(Beginning of Material supplied)

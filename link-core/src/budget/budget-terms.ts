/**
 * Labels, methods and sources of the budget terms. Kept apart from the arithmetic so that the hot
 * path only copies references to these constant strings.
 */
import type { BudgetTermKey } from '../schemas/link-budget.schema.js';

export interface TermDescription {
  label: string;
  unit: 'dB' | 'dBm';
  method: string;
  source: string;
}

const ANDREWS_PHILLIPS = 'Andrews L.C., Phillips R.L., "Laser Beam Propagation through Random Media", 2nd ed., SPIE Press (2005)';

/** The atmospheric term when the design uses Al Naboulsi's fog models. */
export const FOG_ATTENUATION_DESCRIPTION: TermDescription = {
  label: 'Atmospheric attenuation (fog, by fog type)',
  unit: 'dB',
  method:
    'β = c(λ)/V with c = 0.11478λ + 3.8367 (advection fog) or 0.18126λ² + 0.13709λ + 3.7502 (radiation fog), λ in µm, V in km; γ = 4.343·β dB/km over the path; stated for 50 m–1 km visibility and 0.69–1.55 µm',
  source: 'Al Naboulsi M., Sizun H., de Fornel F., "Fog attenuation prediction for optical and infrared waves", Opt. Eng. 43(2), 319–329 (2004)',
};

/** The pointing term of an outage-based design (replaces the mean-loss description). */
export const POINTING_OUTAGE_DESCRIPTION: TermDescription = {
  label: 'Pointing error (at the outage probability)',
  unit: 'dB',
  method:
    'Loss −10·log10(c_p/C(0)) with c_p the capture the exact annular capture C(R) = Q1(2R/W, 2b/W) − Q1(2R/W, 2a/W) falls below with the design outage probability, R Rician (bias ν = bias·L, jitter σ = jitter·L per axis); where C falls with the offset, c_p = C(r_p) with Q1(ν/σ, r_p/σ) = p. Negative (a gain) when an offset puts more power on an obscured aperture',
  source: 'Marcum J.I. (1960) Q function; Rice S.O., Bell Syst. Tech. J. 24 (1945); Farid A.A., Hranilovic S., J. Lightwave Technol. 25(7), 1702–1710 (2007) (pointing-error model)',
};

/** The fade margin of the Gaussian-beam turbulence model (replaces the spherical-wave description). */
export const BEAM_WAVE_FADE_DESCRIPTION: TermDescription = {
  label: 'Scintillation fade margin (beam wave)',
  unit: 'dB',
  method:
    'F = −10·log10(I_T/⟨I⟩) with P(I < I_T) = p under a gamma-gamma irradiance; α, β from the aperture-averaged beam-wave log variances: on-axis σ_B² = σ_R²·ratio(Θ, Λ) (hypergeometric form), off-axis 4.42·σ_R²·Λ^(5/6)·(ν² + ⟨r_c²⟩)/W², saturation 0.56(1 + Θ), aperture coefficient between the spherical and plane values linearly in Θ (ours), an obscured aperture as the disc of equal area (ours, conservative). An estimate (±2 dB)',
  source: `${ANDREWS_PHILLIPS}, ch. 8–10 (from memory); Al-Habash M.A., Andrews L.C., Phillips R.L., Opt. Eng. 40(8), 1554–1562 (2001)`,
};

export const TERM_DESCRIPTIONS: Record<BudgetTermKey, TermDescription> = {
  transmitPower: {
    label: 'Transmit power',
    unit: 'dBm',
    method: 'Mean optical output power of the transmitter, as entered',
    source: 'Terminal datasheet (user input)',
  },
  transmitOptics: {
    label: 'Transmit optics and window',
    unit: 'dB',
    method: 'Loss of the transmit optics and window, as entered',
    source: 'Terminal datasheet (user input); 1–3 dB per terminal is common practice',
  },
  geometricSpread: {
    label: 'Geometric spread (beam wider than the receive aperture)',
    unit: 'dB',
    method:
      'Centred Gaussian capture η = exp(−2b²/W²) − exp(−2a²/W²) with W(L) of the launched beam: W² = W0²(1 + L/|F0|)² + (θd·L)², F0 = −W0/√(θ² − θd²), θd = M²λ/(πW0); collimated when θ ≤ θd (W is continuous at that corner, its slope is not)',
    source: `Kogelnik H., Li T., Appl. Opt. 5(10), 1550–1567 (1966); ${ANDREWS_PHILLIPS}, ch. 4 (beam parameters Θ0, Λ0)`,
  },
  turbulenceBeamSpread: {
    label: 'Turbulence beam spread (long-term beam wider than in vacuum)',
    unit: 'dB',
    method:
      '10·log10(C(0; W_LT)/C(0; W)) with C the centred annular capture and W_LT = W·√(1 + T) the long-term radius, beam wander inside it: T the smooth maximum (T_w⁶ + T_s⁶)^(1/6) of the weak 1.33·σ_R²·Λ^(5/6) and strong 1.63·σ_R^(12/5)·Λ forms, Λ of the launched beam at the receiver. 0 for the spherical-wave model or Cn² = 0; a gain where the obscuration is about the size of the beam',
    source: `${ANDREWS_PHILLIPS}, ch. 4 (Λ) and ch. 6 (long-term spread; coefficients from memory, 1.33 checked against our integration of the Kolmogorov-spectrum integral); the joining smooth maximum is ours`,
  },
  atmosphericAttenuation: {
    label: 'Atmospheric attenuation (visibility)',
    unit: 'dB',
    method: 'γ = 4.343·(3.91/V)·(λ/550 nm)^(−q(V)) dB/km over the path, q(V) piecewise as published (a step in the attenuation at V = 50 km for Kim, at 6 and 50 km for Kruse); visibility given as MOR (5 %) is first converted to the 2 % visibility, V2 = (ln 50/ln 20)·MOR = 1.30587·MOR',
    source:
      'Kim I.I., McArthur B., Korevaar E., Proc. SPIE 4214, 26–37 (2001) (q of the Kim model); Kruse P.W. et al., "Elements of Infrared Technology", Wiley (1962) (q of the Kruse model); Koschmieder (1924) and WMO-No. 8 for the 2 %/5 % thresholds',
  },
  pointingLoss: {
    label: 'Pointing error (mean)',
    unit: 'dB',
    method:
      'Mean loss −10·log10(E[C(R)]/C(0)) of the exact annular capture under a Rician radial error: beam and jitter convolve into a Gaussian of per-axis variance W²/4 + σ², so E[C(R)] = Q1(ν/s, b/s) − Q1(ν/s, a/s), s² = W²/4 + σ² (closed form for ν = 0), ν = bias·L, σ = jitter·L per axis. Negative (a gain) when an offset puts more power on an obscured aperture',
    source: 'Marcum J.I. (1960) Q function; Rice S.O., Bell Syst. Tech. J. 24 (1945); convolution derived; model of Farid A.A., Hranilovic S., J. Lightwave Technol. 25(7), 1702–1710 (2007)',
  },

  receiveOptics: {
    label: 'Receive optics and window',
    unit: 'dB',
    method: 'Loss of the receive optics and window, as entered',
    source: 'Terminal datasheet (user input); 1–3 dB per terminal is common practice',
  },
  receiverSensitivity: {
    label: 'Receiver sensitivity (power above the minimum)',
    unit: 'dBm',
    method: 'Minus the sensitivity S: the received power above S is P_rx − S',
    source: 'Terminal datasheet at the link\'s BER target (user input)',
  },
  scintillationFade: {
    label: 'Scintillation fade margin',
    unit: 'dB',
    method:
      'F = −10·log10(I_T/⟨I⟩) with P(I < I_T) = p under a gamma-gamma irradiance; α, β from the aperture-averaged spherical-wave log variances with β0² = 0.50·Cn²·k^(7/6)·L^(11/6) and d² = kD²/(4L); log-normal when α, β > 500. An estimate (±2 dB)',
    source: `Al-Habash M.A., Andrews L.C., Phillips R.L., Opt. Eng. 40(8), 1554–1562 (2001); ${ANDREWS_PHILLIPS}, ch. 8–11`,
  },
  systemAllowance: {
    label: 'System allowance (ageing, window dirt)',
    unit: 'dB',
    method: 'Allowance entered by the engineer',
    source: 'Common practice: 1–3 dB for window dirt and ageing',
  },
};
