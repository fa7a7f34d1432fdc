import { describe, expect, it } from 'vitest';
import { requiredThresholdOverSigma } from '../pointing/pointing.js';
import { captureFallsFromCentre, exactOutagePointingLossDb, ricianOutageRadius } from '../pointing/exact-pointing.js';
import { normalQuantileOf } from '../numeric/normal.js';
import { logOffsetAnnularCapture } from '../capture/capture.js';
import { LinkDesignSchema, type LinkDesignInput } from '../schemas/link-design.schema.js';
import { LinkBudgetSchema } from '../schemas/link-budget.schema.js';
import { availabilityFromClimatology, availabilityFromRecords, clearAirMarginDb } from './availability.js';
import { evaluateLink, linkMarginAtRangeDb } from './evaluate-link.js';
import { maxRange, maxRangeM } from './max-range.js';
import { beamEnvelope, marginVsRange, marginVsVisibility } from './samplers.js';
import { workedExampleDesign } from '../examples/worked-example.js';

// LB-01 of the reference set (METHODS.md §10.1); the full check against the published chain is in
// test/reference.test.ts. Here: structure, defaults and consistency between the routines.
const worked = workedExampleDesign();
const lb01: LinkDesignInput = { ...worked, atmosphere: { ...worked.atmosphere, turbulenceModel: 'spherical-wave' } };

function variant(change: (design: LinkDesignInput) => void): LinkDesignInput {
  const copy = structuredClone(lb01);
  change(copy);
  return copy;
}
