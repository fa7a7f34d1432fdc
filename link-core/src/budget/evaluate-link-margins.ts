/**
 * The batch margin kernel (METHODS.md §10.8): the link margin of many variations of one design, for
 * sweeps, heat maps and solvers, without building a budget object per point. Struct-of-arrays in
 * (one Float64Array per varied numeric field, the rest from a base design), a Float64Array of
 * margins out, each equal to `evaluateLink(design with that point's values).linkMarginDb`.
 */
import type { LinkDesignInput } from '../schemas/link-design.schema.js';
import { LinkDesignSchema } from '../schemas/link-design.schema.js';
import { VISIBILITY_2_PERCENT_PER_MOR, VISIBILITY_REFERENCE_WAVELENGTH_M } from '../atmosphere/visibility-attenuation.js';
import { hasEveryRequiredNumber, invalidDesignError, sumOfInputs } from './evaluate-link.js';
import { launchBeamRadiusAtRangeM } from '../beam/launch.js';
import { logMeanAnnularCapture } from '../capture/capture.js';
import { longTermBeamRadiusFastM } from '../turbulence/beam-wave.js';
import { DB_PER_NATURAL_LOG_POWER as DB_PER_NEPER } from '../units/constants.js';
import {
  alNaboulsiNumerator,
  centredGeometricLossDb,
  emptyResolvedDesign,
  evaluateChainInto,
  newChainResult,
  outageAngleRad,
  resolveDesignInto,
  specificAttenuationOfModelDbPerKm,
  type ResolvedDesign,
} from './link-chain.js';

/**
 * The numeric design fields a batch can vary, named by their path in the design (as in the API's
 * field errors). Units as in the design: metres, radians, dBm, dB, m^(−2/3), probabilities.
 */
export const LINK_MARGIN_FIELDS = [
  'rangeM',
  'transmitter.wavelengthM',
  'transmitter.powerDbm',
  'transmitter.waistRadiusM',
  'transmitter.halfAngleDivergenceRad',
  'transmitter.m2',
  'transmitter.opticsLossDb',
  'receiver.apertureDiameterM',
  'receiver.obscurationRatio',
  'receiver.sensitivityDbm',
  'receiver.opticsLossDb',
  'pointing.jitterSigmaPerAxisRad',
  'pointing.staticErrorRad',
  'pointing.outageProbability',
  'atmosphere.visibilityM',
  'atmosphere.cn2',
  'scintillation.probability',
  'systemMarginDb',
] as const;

(End of Material supplied)

Work item> Both the line containing "method: 'Mean optical" and the line containing "W_LT)/C(0; W)) with" belong in the answer. Print them and every line above that falls between them exactly, and no others.

Response to this exercise>
    method: 'Mean optical output power of the transmitter, as entered',
    source: 'Terminal datasheet (user input)',
  },
  transmitOptics: {
    label: 'Transmit optics and window',
    unit: 'dB',
    method: 'Loss of the transmit optics and window, as entered',
    source: 'Terminal datasheet (user input); 1–3 dB per terminal is common practice',
  },
  geometricSpread: {
    label: 'Geometric spread (beam wider than the receive aperture)',
    unit: 'dB',
    method:
      'Centred Gaussian capture η = exp(−2b²/W²) − exp(−2a²/W²) with W(L) of the launched beam: W² = W0²(1 + L/|F0|)² + (θd·L)², F0 = −W0/√(θ² − θd²), θd = M²λ/(πW0); collimated when θ ≤ θd (W is continuous at that corner, its slope is not)',
    source: `Kogelnik H., Li T., Appl. Opt. 5(10), 1550–1567 (1966); ${ANDREWS_PHILLIPS}, ch. 4 (beam parameters Θ0, Λ0)`,
  },
  turbulenceBeamSpread: {
    label: 'Turbulence beam spread (long-term beam wider than in vacuum)',
    unit: 'dB',
    method:
      '10·log10(C(0; W_LT)/C(0; W)) with C the centred annular capture and W_LT = W·√(1 + T) the long-term radius, beam wander inside it: T the smooth maximum (T_w⁶ + T_s⁶)^(1/6) of the weak 1.33·σ_R²·Λ^(5/6) and strong 1.63·σ_R^(12/5)·Λ forms, Λ of the launched beam at the receiver. 0 for the spherical-wave model or Cn² = 0; a gain where the obscuration is about the size of the beam',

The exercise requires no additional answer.